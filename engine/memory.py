"""How much memory this process may still use, read from the machine's state (no allocation).

The least of three limits, each skipped when it cannot be read or is unlimited:

* ``MemAvailable`` in ``/proc/meminfo`` (the kernel's estimate of memory available to new
  work without swapping);
* the control group's limit less its current use (``/sys/fs/cgroup/memory.max`` and
  ``memory.current``, cgroup v2);
* ``RLIMIT_AS`` less the process's current address space (``VmSize``).

:func:`default_memory_budget` is half of it: what a solver set-up may use by default
(:class:`ohmgraph.engine.session.SolveSession`), leaving the rest for the caller's own arrays.
"""

from __future__ import annotations

import resource
from pathlib import Path

PROC_MEMINFO = Path("/proc/meminfo")
PROC_STATUS = Path("/proc/self/status")
CGROUP = Path("/sys/fs/cgroup")
DEFAULT_SHARE = 0.5


def _field_bytes(path: Path, name: str) -> float | None:
    """``name:  N kB`` from a /proc file, in bytes."""
    try:
        for line in path.read_text().splitlines():
            if line.startswith(name + ":"):
                return float(line.split()[1]) * 1024
    except (OSError, IndexError, ValueError):
        pass
    return None


def _number(path: Path) -> float | None:
    """A file holding one integer (``max`` for unlimited gives None)."""
    try:
        text = path.read_text().strip()
        return float(text) if text.isdigit() else None
    except OSError:
        return None


def available_memory() -> float | None:
    """Bytes this process may still allocate: the least of the limits above (None when none
    can be read)."""
    limits = [_field_bytes(PROC_MEMINFO, "MemAvailable")]
    cgroup_max, cgroup_used = _number(CGROUP / "memory.max"), _number(CGROUP / "memory.current")
    if cgroup_max is not None:
        limits.append(cgroup_max - (cgroup_used or 0.0))
    soft, _ = resource.getrlimit(resource.RLIMIT_AS)
    if soft != resource.RLIM_INFINITY:
        limits.append(soft - (_field_bytes(PROC_STATUS, "VmSize") or 0.0))
    limits = [max(limit, 0.0) for limit in limits if limit is not None]
    return min(limits) if limits else None


def default_memory_budget() -> float | None:
    """Half of :func:`available_memory` (None when it cannot be read: no limit)."""
    available = available_memory()
    return None if available is None else DEFAULT_SHARE * available
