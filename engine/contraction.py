"""Contraction of voltage sources and ideal connections into supernodes.

Every voltage source (``V(from) - V(to) = value``) and every ideal connection (a 0-ohm resistor,
``V(from) = V(to)``) fixes the potential difference between its two nodes. Merging the nodes they
join gives *supernodes*: each node's potential is its supernode's potential plus a known offset,
``V(node) = U[supernode(node)] + offset(node)``.

The merge is a weighted union-find (disjoint-set forest with union by rank and path compression,
Tarjan, J. ACM 22(2), 1975) that carries, for every node, its potential relative to its parent.
A source whose two ends are already in one set closes a loop made only of sources and ideal
connections: it is KVL-consistent when the known offsets already give its value, and breaks KVL
otherwise (``mismatch`` holds the difference in volts). Branches that joined two sets form a
spanning forest of the source graph (``tree``); the currents of the source branches are later
recovered by accumulating KCL up that forest (:mod:`ohmgraph.engine.recovery`).

``contract_kernel`` is compiled with numba; ``contract_reference`` is a plain-Python breadth-first
version kept for testing the kernel.
"""

from __future__ import annotations

from collections import deque
from dataclasses import dataclass

import numba
import numpy as np

from .network import RESISTOR, VOLTAGE_SOURCE, Network


@numba.njit(cache=True)
def _find(parent, delta, x):
    """Root of ``x`` and the potential of ``x`` relative to it; compresses the path."""
    root = x
    total = 0.0
    while parent[root] != root:
        total += delta[root]
        root = parent[root]
    current = x
    remaining = total
    while parent[current] != current:
        following = parent[current]
        step = delta[current]
        parent[current] = root
        delta[current] = remaining
        remaining -= step
        current = following
    return root, total


@numba.njit(cache=True)
def contract_kernel(n_nodes, a, b, volts):
    """Weighted union-find over the branches ``V(a[k]) - V(b[k]) = volts[k]``.

    Returns
    -------
    root : ndarray of int64, shape (n_nodes,)
        Root node of every node's set.
    offset : ndarray of float64, shape (n_nodes,)
        ``V(node) - V(root)``.
    tree : ndarray of bool, shape (k,)
        Branch joined two sets (belongs to the spanning forest).
    mismatch : ndarray of float64, shape (k,)
        For non-tree branches, the KVL mismatch ``(V(a) - V(b)) - volts`` implied by the tree.
    """
    parent = np.arange(n_nodes)
    delta = np.zeros(n_nodes)
    rank = np.zeros(n_nodes, np.int32)
    k = a.shape[0]
    tree = np.zeros(k, np.bool_)
    mismatch = np.zeros(k)
    for e in range(k):
        ra, da = _find(parent, delta, a[e])
        rb, db = _find(parent, delta, b[e])
        if ra == rb:
            mismatch[e] = (da - db) - volts[e]
            continue
        tree[e] = True
        if rank[ra] < rank[rb]:
            parent[ra] = rb
            delta[ra] = db + volts[e] - da
        else:
            parent[rb] = ra
            delta[rb] = da - volts[e] - db
            if rank[ra] == rank[rb]:
                rank[ra] += 1
    root = np.empty(n_nodes, np.int64)
    offset = np.empty(n_nodes)
    for x in range(n_nodes):
        root[x], offset[x] = _find(parent, delta, x)
    return root, offset, tree, mismatch


def contract_reference(n_nodes, a, b, volts):
    """Plain-Python reference for :func:`contract_kernel` (breadth-first search per component).

    Same outputs and meaning; the chosen roots and spanning forest may differ from the kernel's,
    but the partition, the number of tree branches, whether each set holds a loop that breaks
    KVL, and (in sets where no loop breaks it) the offset differences within a set do not.
    """
    adjacency = [[] for _ in range(n_nodes)]
    for e, (u, v) in enumerate(zip(a.tolist(), b.tolist())):
        adjacency[u].append((v, e, -1.0))   # V(v) = V(u) - volts
        adjacency[v].append((u, e, 1.0))    # V(u) = V(v) + volts
    root = np.full(n_nodes, -1, np.int64)
    offset = np.zeros(n_nodes)
    tree = np.zeros(len(a), bool)
    for start in range(n_nodes):
        if root[start] >= 0:
            continue
        root[start] = start
        queue = deque([start])
        while queue:
            u = queue.popleft()
            for v, e, sign in adjacency[u]:
                if root[v] < 0:
                    root[v] = start
                    offset[v] = offset[u] + sign * volts[e]
                    tree[e] = True
                    queue.append(v)
    mismatch = np.where(tree, 0.0, (offset[a] - offset[b]) - volts)
    return root, offset, tree, mismatch


@dataclass(frozen=True)
class Contraction:
    """Nodes merged into supernodes by voltage sources and ideal connections.

    Attributes
    ----------
    supernode : ndarray of int64, shape (n,)
        Supernode index of every node (``0 .. n_supernodes - 1``).
    offset : ndarray of float64, shape (n,)
        ``V(node) - U[supernode(node)]`` in volts.
    root : ndarray of int64, shape (n,)
        The node whose potential is its supernode's potential (offset 0).
    source_branches : ndarray of int64
        Indices of the voltage sources and ideal connections that were contracted.
    tree : ndarray of bool, shape (len(source_branches),)
        Which contracted branches form the spanning forest.
    mismatch : ndarray of float64, shape (len(source_branches),)
        KVL mismatch (volts) of the loop each non-tree branch closes; 0 on tree branches.
    """

    supernode: np.ndarray
    offset: np.ndarray
    root: np.ndarray
    source_branches: np.ndarray
    tree: np.ndarray
    mismatch: np.ndarray

    @property
    def n_supernodes(self) -> int:
        return int(self.supernode.max()) + 1 if self.supernode.size else 0

    @property
    def loop_branches(self) -> np.ndarray:
        """Network indices of contracted branches that close a loop."""
        return self.source_branches[~self.tree]

    @property
    def loop_mismatch(self) -> np.ndarray:
        """KVL mismatch of each loop branch, aligned with :attr:`loop_branches`."""
        return self.mismatch[~self.tree]


def contracted_branches(net: Network) -> np.ndarray:
    """Indices of the branches that fix a potential difference (V sources, 0-ohm resistors)."""
    ideal = (net.kind == RESISTOR) & (net.value == 0.0)
    return np.flatnonzero((net.kind == VOLTAGE_SOURCE) | ideal)


def contract(net: Network, kernel=contract_kernel) -> Contraction:
    """Merge the nodes joined by voltage sources and ideal connections.

    Parameters
    ----------
    net : Network
    kernel : callable, optional
        :func:`contract_kernel` (default) or :func:`contract_reference`.
    """
    branches = contracted_branches(net)
    volts = np.where(net.kind[branches] == VOLTAGE_SOURCE, net.value[branches], 0.0)
    root, offset, tree, mismatch = kernel(
        net.n_nodes, net.from_node[branches], net.to_node[branches], volts)
    # Number the supernodes by their root nodes in node order (a prefix sum, not a sort).
    is_root = root == np.arange(net.n_nodes)
    supernode = (np.cumsum(is_root) - 1)[root]
    return Contraction(supernode.astype(np.int64), offset, root, branches,
                       np.asarray(tree, bool), mismatch)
====
- WHAT YOU SHOULD DO
Pull out every line in the material above where "func" occurs.

- OUTPUT OF THE EXERCISE
:func:`default_memory_budget` is half of it: what a solver set-up may use by default
    """Half of :func:`available_memory` (None when it cannot be read: no limit)."""
    """Plain-Python reference for :func:`contract_kernel` (breadth-first search per component).
        :func:`contract_kernel` (default) or :func:`contract_reference`.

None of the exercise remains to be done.